All client connections get a coordinator agent -db2agent - associated with them, whether they communicate directly with the agent, or through an instance level listener thread (db2ipccm or db2tcpm for example). The agents handle all database actions for the application. If you are using intra-parallelism db2agent distributes the database requests to subagents - db2agntp. Agents can be connected to the database, instance or client. The agent pool holds idle agents (described previously in the DB2 Memory Model).

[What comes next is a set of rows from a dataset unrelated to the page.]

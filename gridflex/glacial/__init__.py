"""Time-dependent response: viscous and relaxing mantle, ice and ocean loads."""
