def discrete_symbol(shape: tuple[int, int], dy: float, dx: float) -> np.ndarray:
    """s = 4 sin²(ky dy / 2) / dy² + 4 sin²(kx dx / 2) / dx² on the rfft2 half-spectrum (m⁻²).

    The Fourier symbol of −(δxx + δyy); its square is the symbol of the constant-rigidity
    13-point biharmonic stencil.
    """
    ny, nx = shape
    sy = (4.0 / dy**2) * np.sin(np.pi * scipy.fft.fftfreq(ny)) ** 2
    sx = (4.0 / dx**2) * np.sin(np.pi * scipy.fft.rfftfreq(nx)) ** 2
    return sy[:, None] + sx[None, :]


SPECTRAL_TERM_SMOOTHING = 0.5
"""The smoothing of :data:`WEIGHT_SMOOTHING` for an operator with a spectral term (the blend
in difference form, see :class:`BlendPreconditioner`), in flexural parameters of the smallest
level: there the weights only shape the short-range corrections, and sharper ones do
better. Measured on the te-grid half-space step of tests/benchmarks/history.py (margin
10 -> 60 km, 128² cells of 10 km, 100 yr steps, 15 steps; 2 levels): smoothing 3 / 1.5 /
0.75 / 0.4 / 0.2 / 0 took 12.1 / 8.4 / 5.9 / 5.8 / 5.9 / 6.1 iterations per solve."""


def _box_widths(sigma: float) -> list[int]:
    """Odd widths (cells) of three box-filter passes whose variances add up closest to
    *sigma*² (one pass of width w has variance (w² − 1) / 12): the odd widths just below
    and above sqrt(4 sigma² + 1), mixed."""
    width = math.sqrt(4.0 * sigma**2 + 1.0)
    low = max(1, 2 * int((width - 1.0) // 2) + 1)
    high = low + 2
    target = 12.0 * sigma**2
    mix = min(range(4), key=lambda k: abs(k * (high**2 - 1) + (3 - k) * (low**2 - 1) - target))
    return [high] * mix + [low] * (3 - mix)


def smooth_like_gaussian(
    values: np.ndarray, sigma: tuple[float, float], modes: tuple[str, str]
) -> np.ndarray:
    """Smooth a grid with three passes of a box filter per axis (close to a Gaussian of
    standard deviation *sigma*, in cells, per axis, its variance matched to within a few
    per cent by the choice of odd widths; cost independent of *sigma*).

    Parameters
    ----------
    values : numpy.ndarray, shape (ny, nx)
        The grid (float32 or float64); used as work space (overwritten).
    sigma : tuple of float
        Standard deviation along y and x (cells).
    modes : tuple of str
        :mod:`scipy.ndimage` boundary mode along y and x ("wrap" or "nearest").

    Returns
    -------
    numpy.ndarray
        The smoothed grid: *values* or a second array of its shape and type.
    """
    spare = np.empty_like(values)
    for axis in (0, 1):
        for width in _box_widths(sigma[axis]):
            if width > 1:
                scipy.ndimage.uniform_filter1d(values, width, axis, output=spare, mode=modes[axis])
                values, spare = spare, values
    return values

DB2 Coordination agents and sub agents connecting with database instances, databases or client applications
DB2 Client Connections.png

Database Threads.

The following is a list of the threads at the database level identified in figure 10. This is by no means a comprehensive list, it serves to identify the major threads associated with database operations (like logging and deadlock detection) that have commonality across Oracle and DB2.

• db2pfchr, The buffer pool prefetcher fetches data drom disk to RAM

• db2pclnr, The buffer pool page cleaner ejects pags from the buffer pool

• db2loggr, The logger handles log files for transaction processing and recovery

• db2loggw, The log writer writes log records to the log files.

• db2logts, The tablespace logger collects data about which logs are active when you modify a tablespace

• db2dlock, The deadlock detector identifies lock collisions. In partitioned databases a global deadlock process - db2glock - coordinates the information from each db2dlock process on each partition.